Assigned task: Please give the number of lines in the records below where the word "tolist" occurs, and nothing else.

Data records
········
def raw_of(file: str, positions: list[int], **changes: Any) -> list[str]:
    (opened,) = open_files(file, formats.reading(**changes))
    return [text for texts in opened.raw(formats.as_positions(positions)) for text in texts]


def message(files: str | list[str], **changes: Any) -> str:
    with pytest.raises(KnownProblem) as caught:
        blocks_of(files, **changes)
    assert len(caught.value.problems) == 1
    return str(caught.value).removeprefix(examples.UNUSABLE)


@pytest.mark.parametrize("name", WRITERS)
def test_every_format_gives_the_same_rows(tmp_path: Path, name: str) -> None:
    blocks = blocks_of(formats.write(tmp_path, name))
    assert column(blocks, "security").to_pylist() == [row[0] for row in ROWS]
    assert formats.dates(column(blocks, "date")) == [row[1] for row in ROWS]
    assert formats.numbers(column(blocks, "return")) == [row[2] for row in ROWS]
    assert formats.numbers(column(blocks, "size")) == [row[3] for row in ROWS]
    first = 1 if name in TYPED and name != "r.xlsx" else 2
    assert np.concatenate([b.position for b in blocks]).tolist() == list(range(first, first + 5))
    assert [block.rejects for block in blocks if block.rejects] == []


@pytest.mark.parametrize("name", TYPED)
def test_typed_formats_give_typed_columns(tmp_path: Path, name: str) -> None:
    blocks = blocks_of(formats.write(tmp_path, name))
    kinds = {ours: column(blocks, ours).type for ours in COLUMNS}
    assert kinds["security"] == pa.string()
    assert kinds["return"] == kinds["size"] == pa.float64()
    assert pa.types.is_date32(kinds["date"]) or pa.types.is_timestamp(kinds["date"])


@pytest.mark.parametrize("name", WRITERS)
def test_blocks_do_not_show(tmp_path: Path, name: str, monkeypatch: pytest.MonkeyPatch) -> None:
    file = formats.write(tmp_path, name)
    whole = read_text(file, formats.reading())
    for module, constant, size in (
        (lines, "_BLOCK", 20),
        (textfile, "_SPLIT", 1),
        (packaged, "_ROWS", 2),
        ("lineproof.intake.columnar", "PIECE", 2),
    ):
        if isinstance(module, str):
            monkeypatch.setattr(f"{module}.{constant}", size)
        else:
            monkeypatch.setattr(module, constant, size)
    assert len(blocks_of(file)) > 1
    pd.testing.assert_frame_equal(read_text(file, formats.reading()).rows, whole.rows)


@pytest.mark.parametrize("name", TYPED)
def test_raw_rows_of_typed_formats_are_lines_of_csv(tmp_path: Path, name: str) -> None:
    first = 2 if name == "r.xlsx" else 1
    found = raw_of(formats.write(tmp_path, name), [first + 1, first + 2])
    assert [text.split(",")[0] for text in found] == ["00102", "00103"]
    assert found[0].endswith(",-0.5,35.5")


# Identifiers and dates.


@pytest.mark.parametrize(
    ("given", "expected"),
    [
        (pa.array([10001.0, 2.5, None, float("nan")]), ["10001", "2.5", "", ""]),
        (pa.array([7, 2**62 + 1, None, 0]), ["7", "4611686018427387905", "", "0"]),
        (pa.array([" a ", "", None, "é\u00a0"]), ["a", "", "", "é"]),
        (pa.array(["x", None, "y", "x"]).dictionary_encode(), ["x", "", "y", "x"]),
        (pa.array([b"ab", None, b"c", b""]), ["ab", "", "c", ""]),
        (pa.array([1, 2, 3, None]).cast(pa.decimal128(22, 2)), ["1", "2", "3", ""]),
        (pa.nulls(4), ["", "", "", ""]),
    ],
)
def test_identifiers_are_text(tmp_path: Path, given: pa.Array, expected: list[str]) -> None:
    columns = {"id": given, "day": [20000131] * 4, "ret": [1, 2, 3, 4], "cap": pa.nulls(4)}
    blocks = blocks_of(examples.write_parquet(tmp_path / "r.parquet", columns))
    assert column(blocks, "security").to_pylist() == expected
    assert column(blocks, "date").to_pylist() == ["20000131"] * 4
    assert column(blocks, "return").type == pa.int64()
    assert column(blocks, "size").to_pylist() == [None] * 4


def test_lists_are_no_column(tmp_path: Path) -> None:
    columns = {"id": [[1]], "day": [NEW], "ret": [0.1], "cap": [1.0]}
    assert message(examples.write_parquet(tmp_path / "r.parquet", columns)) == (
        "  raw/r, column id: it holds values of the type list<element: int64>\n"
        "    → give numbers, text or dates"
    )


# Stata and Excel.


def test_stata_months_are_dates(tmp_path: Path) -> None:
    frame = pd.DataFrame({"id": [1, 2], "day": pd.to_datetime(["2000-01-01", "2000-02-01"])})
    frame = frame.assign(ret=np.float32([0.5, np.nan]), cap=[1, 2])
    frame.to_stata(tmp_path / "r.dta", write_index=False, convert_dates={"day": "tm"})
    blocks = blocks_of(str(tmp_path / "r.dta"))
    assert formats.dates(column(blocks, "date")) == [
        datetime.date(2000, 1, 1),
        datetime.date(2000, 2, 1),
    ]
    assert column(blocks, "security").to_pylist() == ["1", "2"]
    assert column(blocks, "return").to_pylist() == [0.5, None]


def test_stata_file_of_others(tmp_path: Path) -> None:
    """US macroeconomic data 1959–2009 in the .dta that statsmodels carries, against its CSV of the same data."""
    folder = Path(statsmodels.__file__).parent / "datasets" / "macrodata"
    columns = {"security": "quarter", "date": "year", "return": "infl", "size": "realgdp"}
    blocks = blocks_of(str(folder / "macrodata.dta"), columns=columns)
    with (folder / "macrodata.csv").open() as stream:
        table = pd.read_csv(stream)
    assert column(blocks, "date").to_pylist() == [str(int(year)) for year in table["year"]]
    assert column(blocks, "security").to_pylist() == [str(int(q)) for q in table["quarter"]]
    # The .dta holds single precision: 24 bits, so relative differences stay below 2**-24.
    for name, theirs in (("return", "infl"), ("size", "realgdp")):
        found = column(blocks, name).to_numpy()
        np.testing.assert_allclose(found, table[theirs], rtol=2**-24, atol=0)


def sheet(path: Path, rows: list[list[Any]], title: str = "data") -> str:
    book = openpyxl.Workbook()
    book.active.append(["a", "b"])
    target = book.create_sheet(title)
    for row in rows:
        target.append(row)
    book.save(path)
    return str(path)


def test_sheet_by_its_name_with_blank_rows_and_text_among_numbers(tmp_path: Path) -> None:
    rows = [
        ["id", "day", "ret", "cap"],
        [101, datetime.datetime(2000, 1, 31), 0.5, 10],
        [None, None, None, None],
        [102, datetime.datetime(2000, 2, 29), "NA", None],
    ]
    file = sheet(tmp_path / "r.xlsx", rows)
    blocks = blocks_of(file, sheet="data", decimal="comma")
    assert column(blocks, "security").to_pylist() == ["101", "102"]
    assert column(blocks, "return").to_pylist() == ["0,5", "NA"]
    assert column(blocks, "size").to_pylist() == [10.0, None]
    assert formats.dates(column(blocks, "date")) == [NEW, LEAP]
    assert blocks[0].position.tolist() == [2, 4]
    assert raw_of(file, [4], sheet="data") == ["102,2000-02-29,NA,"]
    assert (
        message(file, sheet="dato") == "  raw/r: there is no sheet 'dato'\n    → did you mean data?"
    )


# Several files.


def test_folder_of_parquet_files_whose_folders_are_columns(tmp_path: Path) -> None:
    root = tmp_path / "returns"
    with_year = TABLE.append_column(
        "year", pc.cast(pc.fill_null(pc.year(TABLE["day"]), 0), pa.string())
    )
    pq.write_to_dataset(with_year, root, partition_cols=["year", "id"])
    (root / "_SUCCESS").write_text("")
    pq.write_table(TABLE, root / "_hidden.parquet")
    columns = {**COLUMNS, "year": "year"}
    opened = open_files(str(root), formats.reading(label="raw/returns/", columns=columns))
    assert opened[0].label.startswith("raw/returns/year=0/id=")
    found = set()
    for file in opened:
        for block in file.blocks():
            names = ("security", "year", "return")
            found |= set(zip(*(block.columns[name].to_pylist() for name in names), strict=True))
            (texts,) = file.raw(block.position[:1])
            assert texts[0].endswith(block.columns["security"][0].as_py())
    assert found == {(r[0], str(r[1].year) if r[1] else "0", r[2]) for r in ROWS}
········
Task response: 2